When asking your question, please state your name, the entity you represent, if any, and confirm that you are a registered shareholder or a duly appointed proxy holder. Please limit your questions to topics relating to today's subject matter and keep your questions short and to the point. Only questions directly pertaining to today's business items for the meeting will be answered. We will now give attendees a brief moment to type their questions. For each question we answer, we will summarize the question and read out loud the name of the person who asked such question, and if applicable, the entity such person represents. We'd like to remind you that the questions which are already answered or that are redundant or repetitive will not be published nor answered.

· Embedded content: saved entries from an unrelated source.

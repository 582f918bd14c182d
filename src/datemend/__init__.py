"""datemend: preview and fix messy date columns in spreadsheets, and replay the fixes next month.

The public API is small and Qt-free; the desktop window is a front over the same calls.
"""

from __future__ import annotations

from typing import TYPE_CHECKING, Any

from ._version import __version__

if TYPE_CHECKING:
    from .core.infer import scan
    from .core.readers import read_table

__all__ = ["__version__", "read_table", "scan"]


def __getattr__(name: str) -> Any:
    # Lazy, so `import datemend` stays cheap for the command line.
    if name == "scan":
        from .core.infer import scan

        return scan
    if name == "read_table":
        from .core.readers import read_table

        return read_table
    raise AttributeError(f"module 'datemend' has no attribute {name!r}")
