class DeriveDialog(QDialog):
    """Add a worked-out column or a rule: pick a kind, fill its parameters, look at the first
    rows, then add it as a step. Signal ``step_requested(step)``.

    ``kinds`` are step classes; ``describe_params(cls)`` gives their parameter lists (the derive
    helper's ``parameters``); ``preview(step)`` returns a small DataFrame; ``columns`` are the
    names a column parameter may take.
    """

    step_requested = Signal(object)

    def __init__(
        self,
        kinds: list[type],
        describe_params: Any,
        preview: Any,
        columns: list[str],
        parent: QWidget | None = None,
    ) -> None:
        super().__init__(parent)
        self.setWindowTitle("Add a worked-out column or a rule")
        self._kinds = kinds
        self._params = describe_params
        self._preview = preview
        self._columns = columns
        self.kind = QComboBox()
        for cls in kinds:
            self.kind.addItem(getattr(cls, "title", "") or cls.kind, cls)
        self.kind.currentIndexChanged.connect(self._build_form)
        self.form_box = QWidget()
        self.form = QFormLayout(self.form_box)
        self.note = QLabel()
        self.note.setWordWrap(True)
        self.note.setStyleSheet(f"color: {OKABE_ITO['vermillion']}")
        self.table = QTableWidget(0, 0)
        self.table.setEditTriggers(QTableWidget.EditTrigger.NoEditTriggers)
        self.table.horizontalHeader().setStretchLastSection(True)
        self.table.verticalHeader().setDefaultSectionSize(self.fontMetrics().height() + 6)
        self.error = QLabel()
        self.error.setWordWrap(True)
        self.error.setStyleSheet(f"color: {OKABE_ITO['vermillion']}")
        show = QPushButton("Show the first rows")
        show.clicked.connect(self.show_preview)
        buttons = QDialogButtonBox()
        self.add = buttons.addButton("Add to the fix log", QDialogButtonBox.ButtonRole.AcceptRole)
        buttons.addButton(QDialogButtonBox.StandardButton.Cancel)
        buttons.accepted.connect(self._ok)
        buttons.rejected.connect(self.reject)
        lay = QVBoxLayout(self)
        top = QFormLayout()
        top.addRow("Kind:", self.kind)
        lay.addLayout(top)
        lay.addWidget(self.form_box)
        lay.addWidget(self.note)
        lay.addWidget(show, 0, Qt.AlignmentFlag.AlignLeft)
        lay.addWidget(self.table, 1)
        lay.addWidget(self.error)
        lay.addWidget(buttons)
        self.inputs: dict[str, tuple[dict[str, Any], QWidget]] = {}
        self.resize(640, 560)
        self._build_form()

    def _build_form(self) -> None:
        while self.form.rowCount():
            self.form.removeRow(0)
        self.inputs = {}
        cls = self.kind.currentData()
        if cls is None:
            return
        for p in self._params(cls):
            w = self._widget_for(p)
            if p.get("help"):
                w.setToolTip(p["help"])
            self.inputs[p["name"]] = (p, w)
            self.form.addRow(p["label"] + ":", w)
        self.note.setText(getattr(cls, "note", None) or "")
        self.table.setRowCount(0)
        self.error.setText("")

    def _widget_for(self, p: dict[str, Any]) -> QWidget:
        kind, default = p["type"], p["default"]
        if kind in ("column", "column-or-none"):
            w = QComboBox()
            if kind == "column-or-none" or not p["required"]:
                w.addItem("(none)", None)
            for c in self._columns:
                w.addItem(c, c)
            if default:
                w.setCurrentIndex(max(0, w.findData(default)))
            return w
        if kind == "as-of":
            # The day the log runs, or a date typed in (YYYY-MM-DD).
            w = QComboBox()
            w.setEditable(True)
            w.addItem(_AS_OF_WORDS, "replay-day")
            w.lineEdit().setPlaceholderText("YYYY-MM-DD")
            if default not in (None, "replay-day"):
                w.setEditText(str(default))
            return w
        if kind == "choice":
            w = QComboBox()
            labels = p.get("choice_labels") or {}
            for c in p["choices"]:
                w.addItem(str(labels.get(c, c)), c)
            if default is not None:
                w.setCurrentIndex(max(0, w.findData(default)))
            return w
        if kind == "bool":
            w = QCheckBox()
            w.setChecked(bool(default))
            return w
        if kind == "int":
            w = QSpinBox()
            w.setRange(-100000, 100000)
            w.setValue(int(default or 0))
            return w
        w = QLineEdit("" if default in (None, ()) else _text_of(default))
        if kind == "dates":
            w.setPlaceholderText("dates YYYY-MM-DD, separated by commas")
        return w

    def values(self) -> dict[str, Any]:
        """The parameters as JSON data, ready for the step kind's ``from_dict``."""
        out: dict[str, Any] = {}
        for name, (p, w) in self.inputs.items():
            if isinstance(w, QComboBox) and w.isEditable():
                text = w.currentText().strip()
                out[name] = "replay-day" if text in ("", _AS_OF_WORDS) else text
            elif isinstance(w, QComboBox):
                out[name] = w.currentData()
            elif isinstance(w, QCheckBox):
                out[name] = w.isChecked()
            elif isinstance(w, QSpinBox):
                out[name] = w.value()
            elif isinstance(w, QLineEdit):
                text = w.text().strip()
                if p["type"] == "dates":
                    out[name] = [t.strip() for t in text.split(",") if t.strip()]
                elif text or p["required"]:
                    out[name] = text
                elif p["default"] is None:
                    out[name] = None
        return out

    def step(self) -> Any:
        """The step the form describes; raises ValueError with one sentence when it is not one."""
        cls = self.kind.currentData()
        try:
            return cls.from_dict({"kind": cls.kind, **self.values()})
        except (TypeError, ValueError) as err:
            raise ValueError(str(err)) from None

    def show_preview(self) -> bool:
        try:
            step = self.step()
            frame = self._preview(step)
        except Exception as err:  # a sentence for the user, beside the form
            self.error.setText(str(err))
            self.table.setRowCount(0)
            return False
        self.error.setText("; ".join(frame.attrs.get("warnings", [])))
        self.table.setColumnCount(len(frame.columns))
        self.table.setHorizontalHeaderLabels([str(c) for c in frame.columns])
        self.table.setRowCount(len(frame))
        rule = getattr(step, "rule_label", None)
        for c, name in enumerate(frame.columns):
            if rule is not None and name == rule:  # the rule's mask: True marks a breaking row
                self.table.setHorizontalHeaderItem(c, QTableWidgetItem(f"{name}?"))
            for r in range(len(frame)):
                v = frame.iat[r, c]
                if rule is not None and name == rule:
                    dates = [frame.iat[r, k] for k in range(len(frame.columns)) if k != c]
                    text = "○ no date to check" if any(map(_is_na, dates)) else _rule_text(v)
                else:
                    text = _cell_text(v)
                self.table.setItem(r, c, QTableWidgetItem(text))
        self.table.resizeColumnsToContents()  # a few preview rows: cheap
        return True

    def _ok(self) -> None:
        try:
            step = self.step()
        except ValueError as err:
            self.error.setText(str(err))
            return
        self.step_requested.emit(step)
        self.accept()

Mr. Chair, I'm not seeing any questions in the question text box.
Okay, there being no further questions, we are now concluding the question and answer portion of this meeting. On behalf of management, our Board of Directors, and our employees, I would like to take the opportunity to thank everyone for attending the meeting today. I would like to thank all of our shareholders for their commitment and continued support. This meeting has now ended. We look forward to your attendance again next year.
Thank you for attending today's meeting. You may now disconnect.